Just bought me a Big Easy oil-less fryer. Gonna do a turkey in it tomorrow. Lowes had them on sale and if they are all they are said to be, it will pay for itself with two cookings! May have to use my old fryer for just Low Country Boiling now.


----------



## Paymaster (Jan 22, 2009)

Turkey is in the oil-less fryer. I took the legs off to smoke them with some fatties.


----------



## Paymaster (Jan 22, 2009)

Bird and the smoked legs are done. We eat at 1pm and I will have the final evaluation then. Looks good so far.


----------



## dudeondacouch (Apr 6, 2010)

I don't know how much hope I would have for an "oilless fried" turkey.

:questionableface:


----------



## wdbrand (May 24, 2007)

Pay, of all people, you nose you cants deep fry anything widout grease.
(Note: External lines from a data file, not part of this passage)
/// `44.6% (45/101)`, `44.6% (n = 45)`, `44.6% (45 of 101)`, and percentages alone.
fn percent_first(view: &SentenceView, i: usize, setting: &Setting, taken: &[bool]) -> Option<Draft> {
    if view.style(i) != Style::Plain {
        return None;
    }
    let (percent, next) = percent_at(view, i).or_else(|| percent_in_words(view, i))?;
    // `60% of the sample (100/163)`
    let words =
        (next..next + 5).take_while(|&k| view.get(k).is_some_and(|t| t.is_word()) && !view.is(k, Classes::AND)).count();
    let open = if view.signs(next, &['(', '[']) { next } else { next + words };
    if view.signs(open, &['(', '[']) && !taken[open] {
        let mut at = open + 1;
        // `n/n = 12/80`
        if view.is(at, Classes::N) && view.sign(at + 1, '/') && view.is(at + 2, Classes::N) {
            at += 2;
        }
        if view.is(at, Classes::N) && view.sign(at + 1, '=') {
            at += 2;
        }
        if let Some((events, after)) = count_at(view, at) {
            let base = Some(whole(view, events, at, after - 1));
            if let Some((total, k, end)) = denominator(view, after).filter(|&(t, ..)| events <= t && t > 1)
                && let Some(close) = (end..(end + 4).min(view.len())).find(|&c| view.signs(c, &[')', ']', ',', ';']))
            {
                let last = if view.signs(close, &[')', ']']) { close } else { close - 1 };
                let mut group = empty(view, i, last);
                (group.events, group.percent) = (base, Some(percent));
                group.total = Some(whole(view, total, k, end - 1));
                group.n = group.total;
                group.one_expression = true;
                return Some(Draft { first: i, last, group });
            }
            if at > open + 1 && open == next && view.signs(after, &[')', ']', ',', ';']) {
                // 44.6% (n = 45): events as a rule; the size of a group when the percentage is of it is rarer.
                let last = if view.signs(after, &[')', ']']) { after } else { after - 1 };
                let mut group = empty(view, i, last);
                (group.events, group.percent) = (base, Some(percent));
                return Some(Draft { first: i, last, group });
            }
        }
    }
    // `9%, 3/33`, `9%, 3 out of 33`
    if view.signs(next, &[',', ';'])
        && let Some((events, after)) = count_at(view, next + 1)
        && let Some((total, k, end)) = denominator(view, after).filter(|&(t, ..)| events <= t && t > 1)
        && fits_share(events, total, percent)
    {
        let mut group = empty(view, i, end - 1);
        (group.events, group.percent) = (Some(whole(view, events, next + 1, after - 1)), Some(percent));
        group.total = Some(whole(view, total, k, end - 1));
        group.n = group.total;
        group.one_expression = true;
        return Some(Draft { first: i, last: end - 1, group });
    }
    share::read(view, i, percent, next, setting, taken)
}

/// Whether a percentage is near enough to a fraction beside it that both tell of one count.
fn fits_share(events: u64, total: u64, percent: Printed) -> bool {
    (100.0 * events as f64 / total as f64 - percent.value()).abs() <= 10.0
}

/// "none in the control group" beside another count or percentage: a count of nought.
pub(super) fn none_beside(view: &SentenceView, taken: &[bool], drafts: &mut Vec<Draft>) {
    if !drafts.iter().any(|d| d.group.events.is_some() || d.group.percent.is_some()) {
        return;
    }
    for (i, taken) in taken.iter().enumerate() {
        if *taken || !view.eq(i, "none") || !view.any(i + 1, &["in", "of"]) {
            continue;
        }
        let Some(last) = (i + 2..i + 8).find(|&k| view.any(k, &["group", "arm", "controls", "placebo"])) else {
            continue;
        };
        if (i + 2..last).any(|k| !view.get(k).is_some_and(|t| t.is_word()) || view.any(k, &["two", "three", "either"]))
        {
            continue;
        }
        let mut group = empty(view, i, last);
        group.events = Some(whole(view, 0, i, i));
        drafts.push(Draft { first: i, last: i, group });
    }
}

/// Marks percentages that are said to be about so much or that no count over a total gives (survival, actuarial rates),
/// and takes back a total from "Of the 26 patients, …" where several counts follow: they may be of parts of it.
pub(super) fn soften(view: &SentenceView, drafts: &mut [Draft]) {
    if drafts.is_empty() {
        return;
    }
    let estimated = (0..view.len()).any(|k| {
        view.any(k, &["actuarial", "kaplan", "survival", "cumulative", "weighted", "standardised", "standardized"])
    });
    let counts = drafts.iter().filter(|d| d.group.events.is_some() && d.group.percent.is_some()).count();
    // Another count of the sentence that fits a total confirms it for all.
    let confirmed: Vec<Printed> = drafts
        .iter()
        .filter(|d| d.group.percent.is_some() && fits(&d.group))
        .filter_map(|d| d.group.total.map(|t| t.printed))
        .collect();
    for d in drafts {
        let about = d.first > 0
            && (view.any(
                d.first - 1,
                &[
                    "over",
                    "about",
                    "approximately",
                    "nearly",
                    "almost",
                    "around",
                    "roughly",
                    "least",
                    "most",
                    "than",
                    "below",
                    "above",
                    "under",
                ],
            ) || view.signs(d.first - 1, &['~', '<', '>', '≥', '≤']));
        d.group.approximate = (about || estimated) && d.group.percent.is_some();
        let Some(total) = d.group.total else { continue };
        if counts > 1
            && total.is_inferred(Inference::SameSentence)
            && !fits(&d.group)
            && !confirmed.contains(&total.printed)
        {
            (d.group.total, d.group.n) = (None, None);
        }
    }
}

/// Whether the percentage is the count over the total, as rounded.
fn fits(group: &super::Group) -> bool {
    match (group.events, group.total, group.percent) {
        (Some(e), Some(t), Some(p)) => {
            p.rounded().widened(1e-12).contains(100.0 * e.printed.value() / t.printed.value())
        }
        _ => true,
    }
}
Never heared of shech.


----------



## wdbrand (May 24, 2007)

Pay, of all people, you nose you cants deep fry anything widout grease. Never heared of shech.

"unbelievableface"


----------



## Bigfisherman (Apr 22, 2005)

did an oil - less Thanksgiving turkey and it turned out fantastic. Did a couple pork tenderloins a week later and they were outstanding also. Just sweet not having to deal with the oil. Call me lazy


----------



## Paymaster (Jan 22, 2009)

Man!!!!!!!!!!!!!!!! I am a convert. No more peanut oil for me. My turkey pot just became my Low Country Boil pot! That has to be the most tender and moist bird I ever cooked!


----------



## wdbrand (May 24, 2007)

Thanks, that's good to know. At the price of oil, it makes a heap of sense. I know the turkey and egg and black-eyed peas, so what else is on the plate?


----------



## dudeondacouch (Apr 6, 2010)

more importantly, where's the pork? you're gonna mess up your whole year!


----------



## Bigfisherman (Apr 22, 2005)

Pay, 
That's exactly what I said. Not sure exactly why it's so good but, it is. Plus you get to use the drippings


----------



## O Shin Rin (Aug 31, 2009)

Man those legs look good , I love some smoke turkey legs


----------



## Paymaster (Jan 22, 2009)

wdbrand said:


> Thanks, that's good to know. At the price of oil, it makes a heap of sense. I know the turkey and egg and black-eyed peas, so what else is on the plate?


Turnip Greens, Dressing with Giblet Gravy and Pear Salad.



dudeondacouch said:


> more importantly, where's the pork? you're gonna mess up your whole year!


Pork is in the peas and in the greens! I just did not put any on the plate I took a pic of.


----------